Hi, hello! It’s been a while. I’m back with a brand new newsletter. ✨ Learn more about past, present, future.
This may come as a surprise to no one or everyone, but this is not my first newsletter. If you’re still on this mailing list already (hi, and thank you for sticking around!), you have been here for many iterations of this thing. What started out as Between the Lines (where I shared links and books I was reading) turned into The Slow Simmer (my love letter to food, design, and writing). I’d do them for a while, but they didn’t stick. I alternated between Mailchimp and TinyLetter and Substack, weighing the pros and cons of each, thinking there was one right answer and everything would fall into place.
Fast forward a year and I present to you past, present, future, where I share a mixed bag of topics and how they’ve evolved over time. This is meant to be explorative and sometimes thought-provoking; bite-sized ideas to chew on. This newsletter aligns more with who I am and what I write about now. We’re constantly evolving as humans. If our newsletters are some sort of extension of us, then isn’t it natural for them to evolve just the same?
Since my last newsletter, The Slow Simmer, I sold a couple of books (I can’t wait to tell you more about them!), the first of which will be publishing in winter 2023 (exact date to be announced at some point in the future).

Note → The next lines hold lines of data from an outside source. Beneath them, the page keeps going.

def main() -> None:
    """Serve one front end: `python -m spanwright.evaluating CONTROL-FD GIVEN`, GIVEN as JSON."""
    control, given = int(sys.argv[1]), json.loads(sys.argv[2])
    # the terminal sends its interrupt to the whole group; stopping is the front end's to ask
    signal.signal(signal.SIGINT, signal.SIG_IGN)
    adopt_orphans()
    # an abort under the limits is nothing to keep an image of
    resource.setrlimit(resource.RLIMIT_CORE, (0, resource.getrlimit(resource.RLIMIT_CORE)[1]))
    # a child of the process that stays, and held by those that come and go
    ends = gateway.start_ahead(given["means"].get("cluster"))
    if os.fork():
        _reap(control, *ends)
    os.set_blocking(control, False)
    output = None if given["output"] is None else Path(given["output"])
    session = CheckpointedSession(
        folder=Folder(Path(given["root"]), given["allows_outside"], output),
        bounds=Bounds(**given["bounds"]))
    kept = given["means"].pop("kept", None)
    session.control = control
    session.means = Means(**given["means"], kept=None if kept is None else Path(kept))
    session.is_digested = given["is_digested"]
    session.frames = os.dup(STANDARD_OUTPUT)
    _keep_what_is_printed()
    session.usual_memory = default_memory()
    # the grammar's tables are read at the first use
    parse(Source("1"))
    # what is there for good need not be looked through, nor copied, in every child
    gc.collect()
    gc.freeze()
    try:
        session.serve()
    except BrokenPipeError:
        _end_quietly()


def _keep_what_is_printed() -> None:
    """Send both outputs to memory: the kernel library says there why it gives up.

    It does so on standard output as well, in the middle of a frame if that were one's place.
    """
    if hasattr(os, "memfd_create"):
        fd = os.memfd_create("errors")
    else:
        fd = os.open(os.devnull, os.O_WRONLY)
    os.dup2(fd, STANDARD_OUTPUT)
    os.dup2(fd, ERRORS)
    os.close(fd)


def _reap(*ends: int) -> NoReturn:
    """Wait for all that are or become children of this process, which holds no ends of pipes."""
    for fd in (*ends, REQUESTS, STANDARD_OUTPUT):
        os.close(fd)
    while True:
        try:
            os.wait()
        except ChildProcessError:
            os._exit(0)


if __name__ == "__main__":
    main()
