def _run_splitter(source: Source) -> tuple[_Splitter, list[Comment]]:
    splitter = _Splitter(source)
    comments: list[Comment] = []
    may_restart = False  # does the next lexeme stand first in a line, or behind a `;`?
    line_is_blank = True
    last_end = 0
    line_start = 0
    is_first_in_line = True
    for lexeme in scan(source.text):
        kind = lexeme.type
        current = splitter.lexemes
        if kind == "NEWLINE":
            if current:
                is_topic = current[0].type == "HELP"
                continues = current[-1].type in _CONTINUES and not (may_restart and line_is_blank)
                if is_topic or not (splitter.brackets or continues):
                    splitter.finish(last_end)
            line_start = lexeme.end
            if not splitter.lexemes:
                splitter.boundaries.append(line_start)
            may_restart = line_is_blank = is_first_in_line = True
            continue
        line_is_blank = False
        if kind == "COMMENT":
            is_result = lexeme.text.startswith("#=")
            text = lexeme.text[2 if is_result else 1 :].removeprefix(" ")
            comments.append(Comment(text, Span(lexeme.start, lexeme.end), is_result))
            continue
        if kind == "SEMICOLON" and (not splitter.brackets or current[0].type == "HELP"):
            if not (splitter.pieces or current):
                splitter.leads_with_separator = True
            splitter.finish(last_end)
            continue
        if may_restart and current:
            starts = _STARTS_SENTENCE_IN_BRACKETS if splitter.brackets else _STARTS_SENTENCE
            if kind in starts:
                splitter.finish(last_end)
                if is_first_in_line:
                    splitter.boundaries.append(line_start)
                current = splitter.lexemes
        may_restart = kind == "SEMICOLON"
        is_first_in_line = False
        last_end = lexeme.end
        if not (current and current[0].type == "HELP"):
            if kind in OPENERS:
                splitter.open(lexeme)
            elif kind in CLOSERS:
                splitter.close(lexeme)
            elif kind == "INVALID" or kind == "OPEN_STRING":
                _report_invalid(splitter, lexeme)
            elif kind == "NUMBER" and lexeme.end - lexeme.start > MAX_DIGITS:
                here = Span(lexeme.start, lexeme.end)
                message = f"a number of {lexeme.end - lexeme.start} digits; at most {MAX_DIGITS}"
                splitter.report("number-too-long", here, message)
        current.append(lexeme)
    current = splitter.lexemes
    asks_for_more = bool(current) and current[0].type != "HELP" and current[-1].type in _CONTINUES
    splitter.is_closed = not current or (splitter.boundaries[-1:] == [len(source.text)])
    splitter.finish(last_end, asks_for_more)
    return splitter, comments


def _report_invalid(splitter: _Splitter, lexeme: Lexeme) -> None:
    here = Span(lexeme.start, lexeme.end)
    text = splitter.source.slice(here)
    if lexeme.type == "OPEN_STRING":
        closed = f'{text.rstrip()}"'
        hints = (closed,) if len(closed) < 60 else ()
        splitter.report("unclosed-string", here, 'the string has no closing `"`', *hints)
    elif text.startswith("\\") and len(text) > 1:
        splitter.report(
            "unknown-symbol", here, f"`{text}` names no symbol of the language", text[1:]
        )
    elif text == "." and splitter.lexemes and splitter.lexemes[-1].type == "NUMBER":
        whole = splitter.lexemes[-1]
        decimals = re.compile(r"[0-9]{1,12}").match(splitter.source.text, here.end)
        hints = ()
        if decimals and whole.end == here.start and whole.end - whole.start <= 12:
            value, unit = int(whole.text + decimals.group()), 10 ** len(decimals.group())
            common = gcd(value, unit)
            hints = (f"{value // common}/{unit // common}",)
        splitter.report("decimal-number", here, "numbers are exact: write a fraction", *hints)
    else:
        shown = f"`{text}`" if text.isprintable() else f"the character U+{ord(text[0]):04X}"
        replacement = _INSTEAD.get(text)
        splitter.report(
            "invalid-character",
            here,
            "a byte that is not UTF-8 stands here"
            if text == "\ufffd"  # what such a byte is read as
            else f"{shown} has no meaning here",
            *([replacement] if replacement else []),
        )


_INSTEAD = {
    **{sign: f"^{digit}" for digit, sign in enumerate("⁰¹²³⁴⁵⁶⁷⁸⁹")},
    **{sign: f"_{digit}" for digit, sign in enumerate("₀₁₂₃₄₅₆₇₈₉")},
    "⁻": "^-1",
    "×": "*",
    "÷": "/",
    "~": "a space",
    "'": '"',
    "&": "and",
    "!": "not",
    "¬": "not",
    "∧": "and",
    "∨": "or",
    "“": '"',
    "”": '"',
    "½": "1/2",
    "%": "# for a comment",
    "$": "the formula without `$`",
    ".": "1..n for a range",
}  # fmt: skip


def _where(offset: int) -> str:
    """A mark that `placed` turns into line and column."""
    return f"\0@{offset}\0"


def _by_place(found: Diagnostic) -> Span:
    return found.span


def _too_deep(span: Span) -> Diagnostic:
    return error(
        "nesting-too-deep",
        span,
        f"more than {MAX_NESTING} levels of brackets or prefixes",
        "let f = … for the inner part",
    )


# --- From a sentence's lexemes to its tree -------------------------------------------------------


@dataclass(slots=True)
class _Block:
    """A `for … :` that waits for its `end`; without a header when the header itself is broken."""

    span: Span
    header: syntax.For | None
    diagnostics: list[Diagnostic]
    body: list[syntax.Sentence] = field(default_factory=list)

    def close(self, end: int) -> Chunk:
        """The whole block; nothing of it stands when a part of it is broken."""
        span = Span(self.span.start, end)
        if self.header is not None and not self.diagnostics and not self.body:
            message = "the block has no sentence between `for` and `end`"
            self.diagnostics.append(error("unexpected-end", Span(end, end), message))
        if self.header is None or self.diagnostics:
            return Chunk(span, None, tuple(self.diagnostics))
        return Chunk(span, replace(self.header, body=tuple(self.body), span=span))


def _place(chunk: Chunk, blocks: list[_Block], chunks: list[Chunk]) -> None:
    """Put a finished sentence where it belongs: into the innermost open block, or at the top."""
    if not blocks:
        chunks.append(chunk)
        return
    blocks[-1].diagnostics.extend(chunk.diagnostics)
    if chunk.sentence is not None:
        blocks[-1].body.append(chunk.sentence)


def _parse_piece(source: Source, piece: _Piece) -> Piece:
    if piece.is_end:
        return Piece(piece.span, "end", None, tuple(piece.problems))
    chunk = _parse_chunk(source, piece)
    role: Literal["sentence", "opens"] = "opens" if piece.opens_block else "sentence"
    names = _names_of_broken(piece.lexemes) if chunk.sentence is None else ()
    return Piece(chunk.span, role, chunk.sentence, chunk.diagnostics, names)


def _names_of_broken(lexemes: list[Lexeme]) -> tuple[str, ...]:
    if len(lexemes) > 1 and lexemes[0].type == "LET" and lexemes[1].type == "NAME":
        names = [lexemes[1].text]
        for comma, name in zip(lexemes[2::2], lexemes[3::2]):
            if comma.type != "COMMA" or name.type != "NAME":
                break
            names.append(name.text)
        return tuple(names)
    return ()


def _parse_chunk(source: Source, piece: _Piece) -> Chunk:
    span = piece.span
    if span.end - span.start > MAX_SENTENCE_LENGTH:
        message = f"a sentence of {span.end - span.start} characters; at most {MAX_SENTENCE_LENGTH}"
        return Chunk(span, None, (error("input-too-long", span, message),))
    if piece.problems:
        return Chunk(span, None, tuple(piece.problems))
    lexemes = assign_roles(piece.lexemes)
    deep = _deep_prefix(lexemes)
    if deep is not None:
        return Chunk(span, None, (_too_deep(Span(deep.start, deep.end)),))
    feeding = _Feeding(lexemes)
    if feeding.failed is None:
        sentence = feeding.finish()
        if sentence is not None:
            if isinstance(sentence, syntax.Help) and sentence.topic is not None:
                topic = " ".join(source.text[lexemes[1].start : lexemes[1].end].split())
                if len(piece.lexemes) == 2 and piece.lexemes[1].type == "NAME":
                    topic = piece.lexemes[1].text
                sentence = replace(sentence, topic=topic)
            return Chunk(span, sentence)
    return Chunk(span, None, (_explain(source, lexemes, feeding),))


_RESETS_POSTFIX = frozenset({"COMMA", "AND", "OR", "SEMICOLON", "FOR", "WHERE"})
_RESETS = _RESETS_POSTFIX | {"PLUS", "MINUS", "EQUAL", "COMPARE", "IN"}


def _deep_prefix(lexemes: list[Lexeme]) -> Lexeme | None:
    """The lexeme at which brackets, prefixes (`not`, `[E_mu]`, `sum_`) and postfixes (`at`, `as`)
    together pass the nesting limit, if one does."""
    n_prefixes = sum(lexeme.type in _PREFIXES_AND_BIG for lexeme in lexemes)
    n_brackets = sum(lexeme.type in _OPENING for lexeme in lexemes)
    if n_prefixes + n_brackets <= MAX_NESTING:
        return None
    frames = [[0, 0]]
    total = 0
    previous = ""
    for lexeme in lexemes:
        kind = lexeme.type
        frame = frames[-1]
        if kind in _OPENING:
            frames.append([0, 0])
            total += 1
        elif kind in _CLOSING and len(frames) > 1:
            total -= 1 + sum(frames.pop())
            if kind == "RBRACKET":
                frames[-1][0] += 1
                total += 1
        elif kind == "NOT" or kind == "BIG":
            frame[0] += 1
            total += 1
        elif kind == "AT" or kind == "AS":
            frame[1] += 1
            total += 1
        elif kind == "COLON":
            total += 1
        elif kind in _RESETS and not (kind == "MINUS" and previous == "CARET"):
            total -= frame[0]
            frame[0] = 0
            if kind in _RESETS_POSTFIX:
                total -= frame[1]
                frame[1] = 0
        if total > MAX_NESTING:
            return lexeme
        previous = kind
    return None


_PREFIXES_AND_BIG = frozenset({"NOT", "AT", "AS", "COLON", "BIG"})
_OPENING = frozenset({"LPAR", "LBRACE", "LBRACKET", "CALL", "ALPHABETS", "PIPE_OPEN"})
_CLOSING = frozenset({"RPAR", "RBRACE", "RBRACKET", "PIPE_CLOSE"})


class _Feeding:
    """One run of the parser over a sentence's lexemes; `failed` is the first that does not fit."""

    __slots__ = ("_interactive", "_lexemes", "failed", "position")

    def __init__(self, lexemes: list[Lexeme]) -> None:
        self._lexemes = lexemes
        self._interactive = _parser().parse_interactive()
        self.failed: Lexeme | None = None
        self.position = 0
        feed: Any = self._interactive.parser_state.feed_token
        try:
            for lexeme in lexemes:
                feed(lexeme)
                self.position += 1
        except UnexpectedToken:
            self.failed = lexemes[self.position]

    def finish(self) -> syntax.Sentence | None:
        """The sentence, or nothing when it cannot end here."""
        # A copy ends here, so that `accepts` can still be asked.
        state: Any = self._interactive.parser_state.copy(deepcopy_values=False)
        try:
            sentence: syntax.Sentence = state.feed_token(Lexeme("$END", "", -1, -1), True)
        except UnexpectedToken:
            return None
        return sentence

    def accepts(self) -> set[str]:
        """The terminals that may come next, or might have come in place of the one that failed.

        The failing terminal has already made the parser reduce, which narrows what it accepts, so
        the beginning is fed to a fresh one.
        """
        if self.failed is not None:
            return _Feeding(self._lexemes[: self.position]).accepts()
        accepted: set[str] = self._interactive.accepts()  # type: ignore[no-untyped-call]
        return accepted


def _cache_folder() -> Path:
    named = os.environ.get("SPANWRIGHT_CACHE")
    if named:
        return Path(named)
    base = os.environ.get("XDG_CACHE_HOME")
    return (Path(base) if base else Path("~/.cache").expanduser()) / "spanwright"


@lru_cache(maxsize=1)
def _parser() -> lark.Lark:
    """The parser, its tables read from the user's cache folder when they are there."""
    grammar = Path(__file__).with_name("language.lark").read_text(encoding="utf-8")
    key = hashlib.sha256(grammar.encode()).hexdigest()[:16]
    version = f"{lark.__version__}-{sys.version_info.major}.{sys.version_info.minor}"
    cache: str | bool = False
    try:
        folder = _cache_folder()
        folder.mkdir(parents=True, exist_ok=True)
        if os.access(folder, os.W_OK):
            cache = str(folder / f"language-{key}-{version}.tables")
    except (OSError, RuntimeError):
        cache = False
    return lark.Lark(
        grammar,
        parser="lalr",
        lexer="basic",
        start="sentence",
        maybe_placeholders=False,
        transformer=_Builder(),
        cache=cache,
    )


# --- Messages ------------------------------------------------------------------------------------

The past, present, and future of myths, superstitions, and how ideas, beliefs, traditions, and stories change over time are topics in my books, so it’s only fitting that my novels make appearances here every now and then.
I am someone who likes to plan, and I do have a running list of ideas for topics for past, present, future. But I’ve also learned that having too much planned sometimes leaves little room for spontaneity. That’s what I want to make space for in 2022.
As I learn new ideas, read more books, and write about new themes, these will inevitably inspire topics that might edge out a pre-planned topic by a week or two. Of course, I don’t have a crystal ball to see too far into the future, but what I can tell you is that there will be one more newsletter coming at the end of this week.
Generally, past, present, future will be sent out every other week, but sometimes weekly if inspiration strikes or there’s book news that just can’t wait.
✨ If you want to stay in the loop, you can do so with this newsletter. I’m also on Twitter and Instagram.
Just read: 🌸 Win Me Something by Kyle Lucia Wu: I couldn’t put this one down. Parts of this book felt like a mirror where I saw some of my own similar inner thoughts, struggles, and experiences reflected back at me, including assumptions put upon me and not knowing whether or not to correct people, only knowing how to speak some Mandarin, and the desire and longing to belong and to fit in somewhere. It’s not often that I get to see parts of myself in books in this way. I lingered in this story.
A few lines that stuck out:
“I felt like Li [her Mandarin tutor] distrusted me immediately because I was one of those American-born Chinese kids who wasn’t really Chinese enough.”
“I’d glanced into the bars I’d passed on my walk home from the subway, looking at the groups of people huddled over wineglasses and candles, feet dangling off barstools, wrists and elbows colliding, speaking without thinking, laughing without swallowing, like it was nothing, like it was easy to find somewhere to belong.”
“I guessed what I wanted more than anything was for someone to share my view of the universe, to step inside what things were like for me, and say it was real.”
Win Me Something features Willa Chen, a biracial Chinese American girl who grew up in New Jersey. Per the back copy, "Willa felt both hypervisible and unseen, too Asian to fit in at her mostly white school, and too white to speak to the few Asian kids around." When her parents divorce, remarry, and start new families, Willa feels left outside of those newly formed lives, too. Later, Willa takes a job nannying for a wealthy white family in Tribeca and is confronted with all of the things she never had.
Reading now: ❄️ Always, in December by Emily Stone: So far I am really enjoying this story about Josie, who mails a letter every December to her parents she lost as a child on Christmas. After a run-in (literally) with a handsome stranger, they decide to keep meeting. I’m only a quarter of the way through, but am already bracing myself for life to knock these strangers off course and away from each other. Until, of course, they are brought back together again.
Reading next: ☃️ A Season for Second Chances by Jenny Bayliss: I enjoyed Jenny Bayliss’ The Twelve Dates of Christmas, so her newest book made it to the top of my list this holiday season. In this book, Annie Sharpe’s kids are grown, her marriage is over, and her restaurant is doing well. She leaves her city life behind to take a winter guardian position in a historic seaside home. Everyone’s great, except for the grumpy nephew of the homeowner, who has other plans for the property she happens to be residing in. I think this one will be cute!